Now, Every Route need to have validate every RouteSegment. On top of that the end of a road segment must be the same village as the beginning of the next route segment except the end of the route itself.

/**
 * Validates basic validity of segment indexes and coherency of each segment
 * with the next one.
 */
export function* routeValidation(route: Route): Generator<ErrorTuple<Route>> {
  let ndxValid = true;

  for (const segment of route.segments) {
    for (const error of validateSegment(segment)) {
      yield ["segments", segment.uuid, ...error];
      ndxValid = false;
    }
  }

  // DON'T PROCEED. NEXT STEPS MAY BREAK IF SEGMENTS ARE INVALID.
  if (!ndxValid) {
    return;
  }

  const decorSeg = route.segments
    .map((s) => ({
      ...s,
      village0: s.road.villages[s.ndx0],
      villageF: s.road.villages[s.ndxF],
    }));

  // List of all the segments except first one with last one included
  const lastSegDecor = decorSeg
    .filter((_, ndx) => ndx > 0)
    .map((seg, ndx) => ({
      segment: seg,
      previousSegment: decorSeg[ndx],
    }));

  for (const { segment, previousSegment } of lastSegDecor) {
    if (previousSegment.villageF.uuid == segment.village0.uuid) {
      continue;
    }
    yield ["segments", previousSegment.uuid, "ndx0", SEGMENT_LINK_BEGIN_ERROR];
    yield ["segments", segment.uuid, "ndxF", SEGMENT_LINK_END_ERROR];
  }
}

We can see one of the superpowers of generators. If there is a broken segment at a logical level then the business logic validation would not take place for a given route. Skipping the broken segments may result in a more complete early error and therefore a better user experience but this keeps the logic simple and concise and would never result in a wrongly valid structure which is the priority. If completeness is important I would include a set with all the wrong segments uuids and i would decorate such segments to ommit every potentially wrong error in the end.

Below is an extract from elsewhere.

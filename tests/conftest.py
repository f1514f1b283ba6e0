"""Shared test settings."""

import os

os.environ.setdefault("MPLBACKEND", "Agg")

Now, on top of this the main route needs to start in a source and end in a sink while alternate routes will only need to end in a sink.

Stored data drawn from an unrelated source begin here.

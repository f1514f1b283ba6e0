"""Coverage of the ICC and Krippendorff's alpha intervals on incomplete and complete designs.

Each simulated panel draws new case effects (variance 1), rater effects (variance
0.2 or 0.5) and residuals (variance 0.5), all normal, and a new design (each case
read by 4 of 14 raters at random, 350 cases), then asks whether each 95% interval
holds the population value. The population values are sigma2_c / (sigma2_c +
sigma2_r + sigma2_e) for ICC(A,1) = ICC(1,1) = interval alpha, sigma2_c / (sigma2_c +
sigma2_e) for ICC(C,1), and the k forms with k = 4 readers (McGraw & Wong 1996,
Table 4). Ordinal panels round the same judgments (shifted to a mean of 4) to 1..7; only
alpha is scored there, its population value computed once from 2 million simulated
pairs (the ICC of rounded judgments has no simple population value to score).
The old case-bootstrap interval of alpha is scored beside the parametric one.
A coverage figure passes when its 99.9% binomial (Clopper-Pearson) interval overlaps
the 93-97% band.

    PYTHONPATH=. python benchmarks/bench_icc_coverage.py [--panels 300] [--boot 500]
"""

from __future__ import annotations

import argparse
import sys
import time
from pathlib import Path

import numpy as np
from scipy import stats

sys.path.insert(0, str(Path(__file__).resolve().parents[1] / "tests" / "unit"))

from panel_simulation import icc_truth, ordinal_alpha_truth, simulate_panel  # noqa: E402

from calibrate.agreement.icc import (  # noqa: E402
    ICC_FORMS,
    icc_anova,
    icc_parametric_draws,
    icc_from_components,
    krippendorff_alpha,
    panel_agreement,
    _percentile_interval,
)
from calibrate.agreement.offsets import check_first, crossed_layout, fit_additive  # noqa: E402
from calibrate.agreement.readers import henderson_components  # noqa: E402

SETTINGS = {   # name: raters, cases, readers, rater variance, ordinal
    "incomplete, rater var 0.2": (14, 350, 4, 0.2, False),
    "incomplete, rater var 0.5": (14, 350, 4, 0.5, False),
    "incomplete 1-7, rater var 0.2": (14, 350, 4, 0.2, True),
    "complete 6 x 30, rater var 0.2": (6, 30, 6, 0.2, False),
}
CASE_VAR, RESIDUAL_VAR = 1.0, 0.5


def basic_interval(draws, estimates, confidence):
    """Basic bootstrap interval (2 est - q_high, 2 est - q_low), for comparison only."""
    low_q, high_q = _percentile_interval(draws, confidence)
    return 2.0 * estimates - high_q, 2.0 * estimates - low_q


def binomial_band(hits: int, n: int, level: float = 0.999) -> tuple[float, float]:
    a = 1 - level
    lo = stats.beta.ppf(a / 2, hits, n - hits + 1) if hits > 0 else 0.0
    hi = stats.beta.ppf(1 - a / 2, hits + 1, n - hits) if hits < n else 1.0
    return float(lo), float(hi)


def run_setting(name: str, n_panels: int, n_boot: int, seed: int) -> dict[str, dict[str, int]]:
    """Hits per interval kind and coefficient over ``n_panels`` panels."""
    raters, cases, readers, rater_var, ordinal = SETTINGS[name]
    truth = icc_truth(CASE_VAR, rater_var, RESIDUAL_VAR, readers)
    if ordinal:
        truth["alpha"] = ordinal_alpha_truth(CASE_VAR, rater_var, RESIDUAL_VAR, mean=4.0)
    else:
        truth["alpha"] = truth["a1"]
    hits: dict[str, dict[str, int]] = {}
    rng = np.random.default_rng(seed)
    for _ in range(n_panels):
        first, _, _ = simulate_panel(n_raters=raters, n_cases=cases, readers=readers,
                                     rater_sd=np.sqrt(rater_var), noise_sd=np.sqrt(RESIDUAL_VAR),
                                     case_sd=np.sqrt(CASE_VAR), seed=int(rng.integers(2**31)))
        if ordinal:
            first["judgment"] = np.clip(np.round(first["judgment"] + 4.0), 1, 7)
        layout = crossed_layout(check_first(first))
        k = float(readers)
        comps = henderson_components(fit_additive(layout))
        point = icc_from_components(comps, k)
        est = np.array([point[f] for f, _ in ICC_FORMS])
        draws = icc_parametric_draws(layout, comps, k, n_boot, rng)
        kinds = {"percentile": _percentile_interval(draws, 0.95),
                 "basic": basic_interval(draws, est, 0.95)}
        if readers == raters:
            ratings = np.full((layout.n_cases, layout.n_raters), np.nan)
            ratings[layout.case_index, layout.rater_index] = layout.y
            f_forms = icc_anova(ratings)
            kinds["F (McGraw & Wong)"] = (np.array([e.ci_low for e in f_forms]),
                                          np.array([e.ci_high for e in f_forms]))
        for kind, (lo, hi) in kinds.items():
            if ordinal:   # the ICC of rounded judgments has no simple population value here
                break
            row = hits.setdefault(kind, {})
            for i, (form, _) in enumerate(ICC_FORMS):
                row[form] = row.get(form, 0) + int(lo[i] <= truth[form] <= hi[i])
        scale = "ordinal" if ordinal else "continuous"
        ag = panel_agreement(first, scale=scale, scale_min=1 if ordinal else None,
                             scale_max=7 if ordinal else None, n_boot=n_boot, rng=rng)
        old = krippendorff_alpha(layout.case_index, layout.y, level=ag.alpha.level, n_boot=n_boot, rng=rng)
        for kind, a in (("alpha, parametric", ag.alpha), ("alpha, case bootstrap", old)):
            row = hits.setdefault(kind, {})
            row["alpha"] = row.get("alpha", 0) + int(a.ci_low <= truth["alpha"] <= a.ci_high)
    return hits


def main() -> None:
    parser = argparse.ArgumentParser()
    parser.add_argument("--panels", type=int, default=300)
    parser.add_argument("--boot", type=int, default=500)
    parser.add_argument("--seed", type=int, default=20261202)
    parser.add_argument("--only", default=None, help="run one setting (a name from SETTINGS)")
    args = parser.parse_args()
    for name in SETTINGS:
        if args.only and args.only != name:
            continue
        start = time.perf_counter()
        hits = run_setting(name, args.panels, args.boot, args.seed)
        print(f"{name}: {args.panels} panels, {args.boot} draws, {time.perf_counter() - start:.0f} s")
        for kind, row in hits.items():
            cells = []
            for form, h in row.items():
                lo, hi = binomial_band(h, args.panels)
                ok = "ok" if hi >= 0.93 and lo <= 0.97 else "MISS"
                cells.append(f"{form} {h / args.panels:.1%} ({lo:.1%}-{hi:.1%}) {ok}")
            print(f"  {kind:<20} " + "; ".join(cells))


if __name__ == "__main__":
    main()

Truck moving to the hills This is you on your way to deliver a validated datastructure. (pexel)

/**
 * Validate that function is valid and it begins and ends where it should.
 */
export function* mainRouteValidation(
  route: Route,
): Generator<ErrorTuple<Route>> {
  const routeValidationErrors = routeValidation(route);

  let validRoute = true;
  for (const err of routeValidationErrors) {
    yield err;
    validRoute = false;
  }

  if (!validRoute) {
    return;
  }

  const s0 = route.segments[0];
  const sF = route.segments[route.segments.length - 1];
  const village0 = s0.road.villages[s0.ndx0];
  const villageF = sF.road.villages[sF.ndxF];

  if (village0.villageType !== "source") {
    yield ["segments", s0.uuid, "ndx0", MAIN_ROUTE_START_SOURCE_ERROR];
  }

  if (villageF.villageType !== "sink") {
    yield ["segments", sF.uuid, "ndxF", MAIN_ROUTE_END_SINK_ERROR];
  }
}

Once again. Invalid routes will not be further validated.

I won’t show alternate routes validation, I think you can all see what to omit from this last example.

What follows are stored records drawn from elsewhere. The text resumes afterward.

def convergence(view: ComparisonView) -> list:
    story = [CondPageBreak(260), text("Is the panel converging?", HEADING)]
    conv = view.panel.convergence
    if conv is None:
        return story + _absent("The spread of the raters' weight profiles")
    story.append(text("Lower is closer: the spread is a typical distance between two raters' profiles of "
                      "cue shares; the distance to the rubric is a typical distance of the raters' profiles "
                      "from the rubric's shares; both with the part that each rater's own noise adds taken "
                      "off. Lines: the arm's figure in each phase.", SMALL))
    has_control = any("control" in (arms or {}) for arms in conv.values())
    story.append(training_charts.arm_legend(CONTENT_WIDTH, has_control=has_control, with_means=False))
    titles = {"pairwise_distance": "spread between raters", "distance_to_rubric": "distance to the rubric"}
    cells, lines = [], []
    rows = [[text(h, CELL_BOLD) for h in ("figure", "arm", *view.phases, "change [95% interval]")]]
    for name, arms in conv.items():
        title = titles.get(name, name.replace("_", " "))
        if arms is None:
            lines.append(f"{title}: left out (no rubric was given).")
            continue
        series = [([s.values.get(ph) for ph in view.phases], arm != "control") for arm, s in arms.items()]
        cells.append(training_charts.slope_panel(title, view.phases, [], means=series,
                                                 width=CONTENT_WIDTH / 2 - 10, subtitle="lower is closer"))
        rows += _series_rows(title, arms, view.phases)
    if cells:
        story.append(Table([cells + [""] * (2 - len(cells))], colWidths=[CONTENT_WIDTH / 2] * 2,
                           style=_CHART_GRID))
    if len(rows) > 1:
        n = len(view.phases)
        story.append(fitted_table(rows, [w * CONTENT_WIDTH for w in (0.18, 0.1)] + [0.08 * CONTENT_WIDTH] * n
                           + [(0.72 - 0.08 * n) * CONTENT_WIDTH], style=table_style(), repeatRows=1))
    story += [text(line, SMALL) for line in lines]
    return story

Now, we are not validating routes, we have to validate Trips.

/**
 * Top level trip validator generator
 */
export function* tripValidation(trip: Trip): Generator<ErrorTuple<Trip>> {
  for (const error of mainRouteValidation(trip.mainRoute)) {
    yield ["mainRoute", ...error];
  }

  for (const alternativeRoute of trip.alternativeRotues) {
    for (const error of alternativeRouteValidation(alternativeRoute)) {
      yield ["alternativeRotues", ...error];
    }
  }
}

Here we can see how trip validation may grow to include more and more details where more and more generators may be called. No need to be concerned about code-complexity scalability.

We now have a business logic we can test in detail but there is a missing link. We don’t want to iterate over tuples on presentation.

Some recursion to stitch everything together

I will provide the simplest way I came up with. I will iterate the tuples from top to bottom and left-to-right moving from lists to a recursive Map structure where I keep the first error informed for each property. I assume that the first errors may refer to the most basic validations.

Then I would convert this nested Map to a js object recursively. This is done because Map is recommended when there is a lot of random key access.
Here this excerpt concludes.